The new Raiders direkrut dari eks 8 Yonif pemukul KODAM dan 2 Yonif pemukul DIVISI 1 dan 2 KOSTRAD. Namun begitu persyaratan berat dan seleksi ketat dilakukan untuk menciptakan pasukan yang tidak saja besar dalam kuantitas tapi juga punya kualitas yang bagus dan diatas rata - rata. Karena Ryamizard juga tidak pernah main – main dalam proyek ini sehingga Jenderal brilian ini meminta Kopassus agar mengeksistensi seluruh standart rekrutmen, kurikulum, pelatihan dan pemantapan Raider. Di Pusdik Passus juga telah berdiri Sekolah Raider yang dalam perkembangannya kemudian “dipindah” ke Pusdik Infanteri Cipatat. Karena Raider termasuk Infanteri khusus. Di luar, Royal Army dan US Army kita mengenal Brigade of Gurkha’s serta U.S. Army Ranger yang dikenal sebagai infanteri khusus dan kira2 seperti itulah konsep pasukan Raider. Pasukan infanteri pemukul cepat yang dipadu dengan konsep air mobile/assault (Mobil udara/serangan udara dengan menggunakan heli). Disamping itu juga punya fungsi penanggulangan terror.
Anggota awal Raider adalah calon tim pelatih di tiap batalyon. Maka batalyon menyeleksi 50 personel dari Bintara dan Tamtama Senior dan melakukan latihan pemantapan selama 2 Bulan di batalyon sebelum di berangkatkan di Pusdik Passus untuk diseleksi ulang dan dididik menjadi anggota new Raiders yang pertama. Uniknya entah kebetulan atau tidak, sebagian besar para Dan Yon Yonif calon Yon Raider adalah alumni Kopassus dan pernah menempuh pendidikan Ranger di US ARMY. Maka dari itu mereka tahu benar bagaimana merekrut calon anggota pasukan khusus berkualifikasi pemukul yang sebenarnya karakteristiknya mirip dengan Parako Kopassus. Hanya saja terdapat perbedaan yaitu apabila Kopassus bisa digerakkan menyerang dan mengintai secara individual lewat metode HAHO/HALO, maka Raider menyerang meakai tehnik serangan regu Mobud dengan Heli. Raider Gultor – lah yang diakui oleh Ryamizard mirip dengan karakteristik Kopassus. Unit ini juga mengemban fungsi intelijen bagi KODAM dan KOSTRAD (Apabila berasal dari organik KOSTRAD). Kriteria calon prajurit Raider adalah:
MENTAL
v Memiliki emosi stabil dan kesadaran tinggi
v Lulus tes Psikologi dan IQ
v Bertaqwa kepada Tuhan YME
FISIK
v Prajurit infanteri / kecabangan lain (khusus) dan tidak boleh berkacamata
v Umur maksimal 33 tahun
v Push Up 70 kali (dalam 2 menit)
v Sit Up 70 kali (dalam 2 menit)
v Pull up 10 kali
v Lari 2 Mil (dalam waktu 15 menit)
v Renang Militer
v Renang gaya bebas
KEMILITERAN
v Menguasai ilmu dasar kemiliteran
v Dapat menggunakan senjata serbu per orangan / peralatan tempur dengan baik
v Mempunyai kualifikasi Infanteri (Tahap II)

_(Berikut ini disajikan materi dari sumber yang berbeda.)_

@pytest.mark.parametrize("kind", ["truncated-chunk", "array-metadata"])
def test_every_command_gives_the_same_verdict(
    reference: Path, tmp_path: Path, kind: str
) -> None:
    damage = next(d for d in DAMAGES if d.id == kind)
    out, file = _damaged_copy(reference, tmp_path, damage)
    before = {p: p.read_bytes() for p in out.rglob("*") if p.is_file()}
    commands = {
        "status": ("status", out),
        "summary": ("summary", out),
        "check": ("check", out),
        "verify": ("verify", out),
        "export": ("export", out, tmp_path / "out.h5"),
        "report": ("report", out, "--out", tmp_path / "report"),
    }
    if damage.level == "store":
        commands["run"] = ("run", tmp_path / "small.toml", "--store", out, "--quiet")
    with concurrent.futures.ThreadPoolExecutor(max_workers=3) as pool:
        results = {name: pool.submit(run_cli, *argv) for name, argv in commands.items()}
        for name, future in results.items():
            result = future.result()
            assert result.returncode == 2, f"{name}: {result.stderr}"
            assert "Traceback" not in result.stderr, result.stderr
            heads = [
                line
                for line in result.stderr.splitlines()
                if line.startswith("sweep: error:")
            ]
            assert heads == [heads[0]] and heads[0].startswith(f"{HEAD}{file}: "), (
                f"{name}: {result.stderr}"
            )
            assert damage.what in heads[0]
    assert not (tmp_path / "out.h5").exists()
    after = {
        p: p.read_bytes()
        for p in out.rglob("*")
        if p.is_file() and p.name != "_runs.log"
    }
    assert after == {p: b for p, b in before.items() if p.name != "_runs.log"}


STORE_LEVEL = [d for d in DAMAGES if d.level == "store"]


@pytest.mark.parametrize("damage", STORE_LEVEL, ids=[d.id for d in STORE_LEVEL])
def test_rerun_refuses_damage_to_the_files_made_at_creation(
    reference: Path, tmp_path: Path, damage: Damage
) -> None:
    """No result can be trusted without them: refused before any task runs (a missing
    `_tasks` used to make a rerun compute every task, then fail)."""
    out, file = _damaged_copy(reference, tmp_path, damage)
    before = {p: p.read_bytes() for p in out.rglob("*") if p.is_file()}
    with pytest.raises(StoreDamagedError, match=f"store damaged: {file}: "):
        run(tmp_path / "small.toml", out, RunOptions(threads=2, progress=False))
    assert {p: p.read_bytes() for p in out.rglob("*") if p.is_file()} == before


def test_chunks_zarr_did_not_write_are_part_of_the_proof(
    tmp_path: Path, caplog: pytest.LogCaptureFixture
) -> None:
    """Every walker still free at a 2-step horizon: zarr writes no per-walker chunk
    (all fill value). The markers say "absent", reads accept it, and a file that
    appears there later (here another store's chunk) is damage."""
    spec = tmp_path / "short.toml"
    spec.write_text(
        SMALL_SPEC.replace("horizon = 3.0", "horizon = 0.002")
        .replace("survival = { stop = 1.0, points = 11 }", "")
        .replace("occupancy = { times = [0.2, 0.05], bins = 8 }", "")
    )
    out = build_store(spec, tmp_path / "short.zarr", threads=2)
    attrs, done = store.verified_markers(out, digests=True)
    key = "first_passage_time/c/0/1"
    assert done[(0, 1)]["chunks"][key] == store.ABSENT
    assert not (out / key).exists()
    reference = tmp_path / "reference.zarr"
    shutil.copytree(out, reference)
    other = build_store(SMALL_SPEC, tmp_path / "other.zarr", threads=2)
    (out / key).parent.mkdir(parents=True, exist_ok=True)
    shutil.copyfile(other / key, out / key)
    with pytest.raises(
        StoreDamagedError, match="exists, but nothing was written there"
    ):
        sweep.open(out)
    with caplog.at_level("WARNING"):
        run(spec, out, RunOptions(threads=2, progress=False))
    assert "recomputing point 0, chunk 1" in caplog.text
    assert not (out / key).exists()
    assert_stores_identical(reference, out)


# --------------------------------------------------------------------------- writing

ALL_CENSORED = (
    SMALL_SPEC.replace("horizon = 3.0", "horizon = 0.002")
    .replace("survival = { stop = 1.0, points = 11 }", "")
    .replace("occupancy = { times = [0.2, 0.05], bins = 8 }", "")
)


@pytest.mark.parametrize(
    "definition", [SMALL_SPEC, ALL_CENSORED], ids=["absorbed", "all-censored"]
)
def test_a_task_flushes_exactly_the_chunk_files_zarr_wrote(
    definition: str, tmp_path: Path, monkeypatch: pytest.MonkeyPatch
) -> None:
    """The files flushed to disk are the files that appeared; the marker lists every
    chunk key of the task, "absent" exactly where zarr wrote nothing (all fill)."""
    from sweep.simulate import simulate_task

    spec = tmp_path / "def.toml"
    spec.write_text(definition)
    plan = make_plan(load_spec(spec))
    path = store.prepare(tmp_path / "s.zarr", plan)
    task = next(t for t in plan.tasks if (t.point, t.chunk) == (1, 2))
    output, _ = simulate_task(task)
    before = {p for p in path.rglob("*") if p.is_file()}
    flushed: list[Path] = []
    real_fsync = store.files.fsync_file

    def spy(file: Path) -> None:  # flushes for real, then records what it flushed
        real_fsync(file)
        flushed.append(Path(file))

    monkeypatch.setattr(store.files, "fsync_file", spy)
    monkeypatch.setattr(store.markers, "fsync_file", spy)
    store_id = store.read_attrs(path)["store_id"]
    marker = store.write_task(str(path), task, output, {"point": 1}, store_id)
    written = {
        p
        for p in path.rglob("*")
        if p.is_file() and p not in before and p.parent.name != store.MARKER_DIR
    }
    assert written, "the task wrote no chunk file at all"
    assert {f for f in flushed if not f.is_dir()} == written
    keys = store.ChunkKeys(zarr.open_group(str(path), mode="r"))(1, 2)
    assert sorted(marker["chunks"]) == sorted(keys.values())
    assert {
        path / key for key, state in marker["chunks"].items() if state != store.ABSENT
    } == written
    if definition == ALL_CENSORED:
        assert marker["chunks"][keys["first_passage_time"]] == store.ABSENT


def test_a_chunk_file_that_should_exist_and_does_not_is_an_error(
    tmp_path: Path,
) -> None:
    """No silent skip: a chunk zarr must have written (not all fill value) but that
    is missing stops the task before its marker; an all-fill one is "absent"."""
    key = "first_passage_time/c/0/3"
    with pytest.raises(StoreError, match="zarr wrote no chunk file here"):
        store.sync_chunks(tmp_path, {key: True})
    assert store.sync_chunks(tmp_path, {key: False}) == {key: store.ABSENT}
    (tmp_path / key).parent.mkdir(parents=True)
    (tmp_path / key).write_bytes(b"data")
    assert store.sync_chunks(tmp_path, {key: True})[key][0] == 4


def _task_files(path: Path) -> dict[str, bytes]:
    """Every chunk file of a store (not its metadata or markers): key → bytes."""
    return {
        str(f.relative_to(path)): f.read_bytes()
        for f in sorted(path.rglob("*"))
        if f.is_file()
        and f.name != "zarr.json"
        and store.MARKER_DIR not in f.parts
        and not f.name.startswith("_")
    }


@pytest.mark.parametrize(
    "definition", [SMALL_SPEC, ALL_CENSORED], ids=["absorbed", "all-censored"]
)
def test_a_task_writes_the_bytes_of_zarrs_synchronous_api(
    definition: str, tmp_path: Path
) -> None:
    """write_task hands zarr every array of a task in one asynchronous batch; the
    chunk files are byte for byte those of zarr's ordinary ``array[region] = data``,
    written into a second store made from the same plan."""
    from sweep.simulate import simulate_task

    spec = tmp_path / "def.toml"
    spec.write_text(definition)
    plan = make_plan(load_spec(spec))
    batched = store.prepare(tmp_path / "batched.zarr", plan)
    plain = store.prepare(tmp_path / "plain.zarr", plan)
    created = _task_files(plain)
    assert created.keys() == _task_files(batched).keys()  # coordinates only
    store_id = store.read_attrs(batched)["store_id"]
    root = zarr.open_group(str(plain), mode="r+")
    for task in plan.tasks[4:8]:
        output, _ = simulate_task(task)
        store.write_task(str(batched), task, output, {}, store_id)
        walkers = slice(task.first_walker, task.first_walker + task.n_walkers)
        for spec_ in TASK_ARRAYS:
            if spec_.name not in root:
                continue
            array = root[spec_.name]
            assert isinstance(array, zarr.Array)
            region = tuple(
                {"point": task.point, "chunk": task.chunk, "walker": walkers}.get(
                    d, slice(None)
                )
                for d in array.metadata.dimension_names or ()
            )
            array[region] = getattr(output, str(spec_.output))
    written = _task_files(batched)
    assert written.keys() > created.keys(), "no chunk file written"
    assert written == _task_files(plain)


def test_a_store_replaced_at_the_same_path_is_written_in_its_own_layout(
    tmp_path: Path,
) -> None:
    """Tasks reuse the arrays opened for an earlier task of the same store; a store
    made again at that path with other chunks (its zarr.json differs) is opened
    afresh, and its tasks land where its own layout says."""
    from sweep.simulate import simulate_task

    path = tmp_path / "s.zarr"
    for chunk in (500, 250):
        spec = tmp_path / f"def-{chunk}.toml"
        spec.write_text(SMALL_SPEC.replace("chunk = 500", f"chunk = {chunk}"))
        plan = make_plan(load_spec(spec))
        shutil.rmtree(path, ignore_errors=True)
        store.prepare(path, plan)
        store_id = store.read_attrs(path)["store_id"]
        task = next(t for t in plan.tasks if (t.point, t.chunk) == (1, 2))
        output, _ = simulate_task(task)
        store.write_task(str(path), task, output, {"point": 1}, store_id)
        got = zarr.open_group(str(path), mode="r")["first_passage_time"]
        walkers = slice(task.first_walker, task.first_walker + task.n_walkers)
        np.testing.assert_array_equal(got[1, walkers], output.time, strict=True)
        assert np.isnan(got[1, : task.first_walker]).all()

Secara resmi Raider hanya merekrut anggota barunya dari prajurit infanteri baru atau kecabangan lain (Korps CKM, CHB atau CKU) yang berdinas aktif di satuan Raider tersebut. Namun konon ada pula unit Raider Gultor yang dimiliki MAKOSTRAD.
Kabarnya, saat ini Raider adalah pasukan khusus dengan personel terbanyak di dunia.
SISTEM PELATIHAN RAIDER
Metode pendidikan Raider di era tahun 60 an mirip sekali dengan pelatihan komando RPKAD. Mulai nama materi sampai dengan tradisi ala secako yang tidak mengenal tanda kepangkatan dari tamtama sampai perwira. Semua digojlok dan dididik standart yang sama sebagai seorang Raider. Keras dan cenderung brutal. Semua harus bisa menjadi pemimpin di tingkat regu, peleton dan kompi. Dan medan latihan mereka berpindah pindah (tidak terkonsentrasi kepada 1 base camp). Pelatih Raider berasal dari Tim Pelatih Raider Kopassus (RPKAD), dan tim Pelatih Puslatpur (Pusat Latihan Pertempuran) KODAM setempat yang telah lebih dulu memiliki kualifikasi RAIDER. Satu kisah dari seorang purnawirawan TNI mantan Anggota Yon 510 Brawijaya (sekarang bernama Yonif 527 Brawijaya) bahwa ybs menempuh sekolah Raider tahun 1968 dilaksanakan di Dawuhan – Blitar pada tahap basis. Walaupun sebenarnya Base Camp Puslatpur Rindam VIII Bravijaya ada di Singosari Malang (Sekarang ditempati DIVISI II KOSTRAD). Total lama pendidikan Raider kala itu adalah 6 bulan. Pendidikan Raider secara garis besar menempuh 4 tahap :
Ø Tahap I (Basis) : Merupakan tahap indoktrinasi dan pendidikan dasar Raider, lempar pisau, baca peta, Combat SAR, BDM, Perang Jarak Dekat dan Patroli
Ø Tahap II (Gunung Hutan) : Tahap pendidikan Jungle Warfare, perang berlarut, jungle survival,daki serbu, menembak tepat, raid sabotase, anti gerilya, dasar intelijen tempur dan air support.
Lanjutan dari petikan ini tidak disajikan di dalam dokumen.